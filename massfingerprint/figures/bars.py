"""Bars: how much a gigatonne lost from each mass source does at one site."""

from collections.abc import Iterable
from typing import Any, NamedTuple

import numpy as np
import pandas as pd
from matplotlib.axes import Axes
from matplotlib.figure import Figure
from numpy.typing import NDArray

from massfingerprint.arguments import real_number
from massfingerprint.errors import InputError
from massfingerprint.figures import look
from massfingerprint.figures._text import page, size_inches, width, wrapped
from massfingerprint.vocabulary import readable

Array = NDArray[np.float64]
PER = 1000.0  # Gt behind a bar: a single one moves a coast by micrometres
LABEL = "mm here per 1000 gigatonnes lost there"
NONE = "no value"
_NEEDED = ("value", "lowest", "highest")
_REACH = 0.3  # of the span of the bars: how far beyond them whiskers are drawn
_NAME_SIZE = look.SMALL_SIZE + 0.5
_NAME_ROOM, _NAME_SHARE = 2.55, 0.36  # inches at most, and of the width of a figure
_WORDS = 0.8  # of the axis at most for numbers beside the bars
_TWO_LINES = 0.22  # inches: rows from here on hold two lines
_PAD = 0.05  # inches between a bar and its number
_ROW, _HIGH_ROW, _OVER, _UNDER = (
    0.2,
    0.25,
    0.2,
    0.42,
)  # inches: a bar, one with two lines, above for the name of the mean, below


def per_gigatonne(table: pd.DataFrame, *, title: str, caption: str, mean: float) -> Figure:
    """Draw mm here per gigatonne lost there, ranked, with the range within each source.

    Parameters
    ----------
    table : DataFrame
        Index mass source; columns ``value``, ``lowest``, ``highest`` in mm Gt-1 for a loss, positive = rise; lowest and highest:
        if the loss sat in one cell of the source; NaN if not known.
    title, caption : str
        Head and small print.
    mean : float
        Global mean for a loss, mm Gt-1.

    Returns
    -------
    Figure
        Page width, as high as there are sources.

    Raises
    ------
    InputError
        If a column is missing, a source comes twice, a value is infinite or no number, or there is no source.
    """
    check_bars(table, mean)
    single = all("\n" not in name for name in _names(table.index, look.PAGE, _HIGH_ROW))
    row = _ROW if single else _HIGH_ROW
    rows = row * len(table)
    figure, low = page(_OVER + rows + _UNDER, title=title, caption=caption)
    high, left = float(figure.get_figheight()), 0.15 + names_width(table.index, look.PAGE, row=row)
    axes = figure.add_axes(
        (left / look.PAGE, (low + _UNDER) / high, (look.PAGE - left - 0.15) / look.PAGE, rows / high)
    )
    draw_bars(axes, table, mean=mean)
    return figure


def names_width(sources: Iterable[object], across: float, *, row: float) -> float:
    """Inches left of the bars that names take on a figure ``across`` wide, long ones on two lines where a row has the room."""
    lines = [line for name in _names(sources, across, row) for line in name.split("\n")]
    return 0.08 + max(width(line, _NAME_SIZE) for line in lines)


def draw_bars(axes: Axes, table: pd.DataFrame, *, mean: float, most: int | None = None) -> None:
    """Draw the bars on axes, the largest on top; ``most`` leaves those with the largest effect, of either sign."""
    check_bars(table, mean)
    shades = look.source_colours([str(name) for name in table.index])
    if most is not None and len(table) > most:
        table = table.loc[table["value"].abs().sort_values(ascending=False, kind="stable").index[:most]]
    ranked = table.sort_values("value", ascending=False, kind="stable", na_position="last").iloc[::-1]
    values, lowest, highest = (ranked[name].to_numpy(dtype=float) * PER for name in _NEEDED)
    rows = np.arange(len(ranked))
    axes.barh(rows, np.nan_to_num(values), color=[shades[str(name)] for name in ranked.index], height=0.7)
    axes.axvline(0.0, color=look.QUIET, linewidth=0.6)
    axes.axvline(mean * PER, color=look.INK, linewidth=0.9, linestyle=(0, (1.0, 1.6)), zorder=0.5, gid="global mean")
    edges = _edges(values, mean * PER)
    whiskers = _whiskers(axes, lowest, highest, edges)
    labels = _labels(values, whiskers, lowest, highest)
    inches, tall = size_inches(axes)
    names = _names(ranked.index, inches / axes.get_position().width, tall / len(ranked))
    limits = _limits(labels, (min(0.0, mean * PER), max(0.0, mean * PER)), inches)
    _number(axes, labels, mean * PER, (limits[1] - limits[0]) / inches)
    axes.set_xlim(*limits)
    axes.set_ylim(-0.6, len(ranked) - 0.4)
    axes.set_yticks(rows, names, linespacing=1.0)
    axes.tick_params(axis="y", length=0.0, labelsize=_NAME_SIZE, pad=3.0)
    axes.spines["left"].set_visible(False)
    axes.set_xlabel(wrapped(LABEL, inches, look.TEXT_SIZE))
    _name_mean(axes, mean * PER, limits, inches)


class _Label(NamedTuple):
    """Words at one end of a bar or whisker, in data units along it."""

    row: int
    end: float
    words: str
    right: bool


def _names(sources: Iterable[object], across: float, row: float) -> list[str]:
    room = min(_NAME_ROOM, _NAME_SHARE * across)
    return [wrapped(readable(str(name)), room, _NAME_SIZE, lines=2 if row >= _TWO_LINES else 1) for name in sources]


def _edges(values: Array, mean: float) -> tuple[float, float]:
    """Where whiskers are cut."""
    low, high = min(0.0, mean, *values[np.isfinite(values)]), max(0.0, mean, *values[np.isfinite(values)])
    return low - _REACH * (high - low), high + _REACH * (high - low)


def _whiskers(axes: Axes, lowest: Array, highest: Array, edges: tuple[float, float]) -> Array:
    """Draw thin lines of the ranges, with an arrow head where one goes on; returns their drawn ends (row, 2), NaN for none."""
    known = np.isfinite(lowest) & np.isfinite(highest)
    ends = np.where(known[:, None], np.clip(np.column_stack([lowest, highest]), *edges), np.nan)
    rows = np.flatnonzero(known)
    for colour, thick, gid in ((look.PAPER, 2.2, "rim"), (look.INK, 0.7, "range")):  # seen on dark bars too
        axes.plot(ends[rows].T, np.stack([rows, rows]), color=colour, linewidth=thick, solid_capstyle="butt", gid=gid)
    beyond = np.column_stack([lowest < edges[0], highest > edges[1]])
    look_of: dict[str, Any] = {"color": look.INK, "linestyle": "none", "markeredgewidth": 0.7}
    for side, arrow in ((0, "<"), (1, ">")):
        for mark, size, here in (("|", 4.0, known & ~beyond[:, side]), (arrow, 3.0, known & beyond[:, side])):
            if here.any():
                axes.plot(ends[here, side], np.flatnonzero(here), marker=mark, markersize=size, **look_of)
    return ends


def _labels(values: Array, ends: Array, lowest: Array, highest: Array) -> list[_Label]:
    """The value at the end of each bar, beyond its whisker; how far a cut whisker goes at its arrow."""
    out = []
    for row, value in enumerate(values):
        right = bool(value >= 0.0 or np.isnan(value))
        words = {right: NONE if np.isnan(value) else _signed(value), not right: ""}
        cut = {False: ends[row, 0] > lowest[row], True: ends[row, 1] < highest[row]}
        for side, extreme in ((False, lowest[row]), (True, highest[row])):
            if cut[side]:
                words[side] = f"{words[side]} (range to {_signed(extreme)})".strip()
        for side in (False, True):
            if words[side]:
                reach = [0.0, np.nan_to_num(value), *ends[row][np.isfinite(ends[row])]]
                out.append(_Label(row, max(reach) if side else min(reach), words[side], side))
    return out


def _number(axes: Axes, labels: list[_Label], mean: float, unit: float) -> None:
    """Write every label on one line with its bar; ``unit`` is an inch of the axis."""
    for label in labels:
        sign = 1.0 if label.right else -1.0
        start = label.end + sign * _PAD * unit
        end = start + sign * width(label.words, look.SMALL_SIZE) * unit
        crossed = min(start, end) - _PAD * unit < mean < max(start, end) + _PAD * unit
        box = {"facecolor": look.PAPER, "edgecolor": "none", "pad": 0.6} if crossed else None
        axes.text(
            start,
            label.row,
            label.words,
            ha="left" if label.right else "right",
            va="center_baseline",
            fontsize=look.SMALL_SIZE,
            bbox=box,
            gid="number",
        )


def _signed(value: float) -> str:
    return f"{value:+.{2 if abs(value) < 100.0 else 0}f}".replace("-", "−")


def _limits(labels: list[_Label], shown: tuple[float, float], inches: float) -> tuple[float, float]:
    """Limits of the axis within which every label has its place."""
    ends = min(shown[0], *(one.end for one in labels), 0.0), max(shown[1], *(one.end for one in labels), 0.0)
    low, high = ends if ends[1] > ends[0] else (-1.0, 1.0)
    rooms = np.array([width(label.words, look.SMALL_SIZE) + 2.0 * _PAD for label in labels])
    right = np.array([label.right for label in labels])
    widest = rooms[right].max(initial=0.0) + rooms[~right].max(initial=0.0)
    rooms *= min(1.0, _WORDS * inches / widest)  # on too narrow a page bars keep their part, words do not
    places = np.array([label.end for label in labels])
    for _ in range(30):  # the scale widens as words take their room; each round comes closer by that share
        unit = (high - low) / inches
        low = min(ends[0], (places - rooms * unit)[~right].min(initial=ends[0]))
        high = max(ends[1], (places + rooms * unit)[right].max(initial=ends[1]))
    return float(low), float(max(high, low + 1e-9))


def _name_mean(axes: Axes, mean: float, limits: tuple[float, float], inches: float) -> None:
    """Name the dotted line above it, within the axes."""
    words = f"global mean {_signed(mean)}"
    half = 0.5 * width(words, look.SMALL_SIZE) * (limits[1] - limits[0]) / inches
    middle = min(max(mean, limits[0] + half), limits[1] - half)
    axes.annotate(
        words, (middle, 1.0), (0.0, 2.0), xycoords=axes.get_xaxis_transform(), textcoords="offset points", ha="center",
        va="bottom", fontsize=look.SMALL_SIZE,
    )  # fmt: skip


def check_bars(table: pd.DataFrame, mean: float) -> None:
    """Refuse a table that cannot be drawn as bars; see `per_gigatonne`."""
    missing = [name for name in _NEEDED if name not in table]
    if missing or table.empty:
        what = f"no {missing[0]}" if missing else "no row"
        raise InputError(f"table: must have sources as rows and the columns {', '.join(_NEEDED)}; it has {what}.")
    twice = table.index[table.index.duplicated()]
    if len(twice):
        raise InputError(f"table: has two rows {str(twice[0])!r}. Give every source one row.")
    for name in _NEEDED:
        if not pd.api.types.is_numeric_dtype(table[name].dtype) or np.isinf(table[name].to_numpy(dtype=float)).any():
            raise InputError(f"table: column {name!r} must hold finite numbers, or NaN for none. Convert it first.")
    real_number(mean, argument="mean", allowed="a number of mm per Gt")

### Exercise brief
Find the line with "whiskers are drawn" in the entries above. Retype it and each line after it, exactly, through the line with "the mean, below", and stop there.

### Your solution
_REACH = 0.3  # of the span of the bars: how far beyond them whiskers are drawn
_NAME_SIZE = look.SMALL_SIZE + 0.5
_NAME_ROOM, _NAME_SHARE = 2.55, 0.36  # inches at most, and of the width of a figure
_WORDS = 0.8  # of the axis at most for numbers beside the bars
_TWO_LINES = 0.22  # inches: rows from here on hold two lines
_PAD = 0.05  # inches between a bar and its number
_ROW, _HIGH_ROW, _OVER, _UNDER = (
    0.2,
    0.25,
    0.2,
    0.42,
)  # inches: a bar, one with two lines, above for the name of the mean, below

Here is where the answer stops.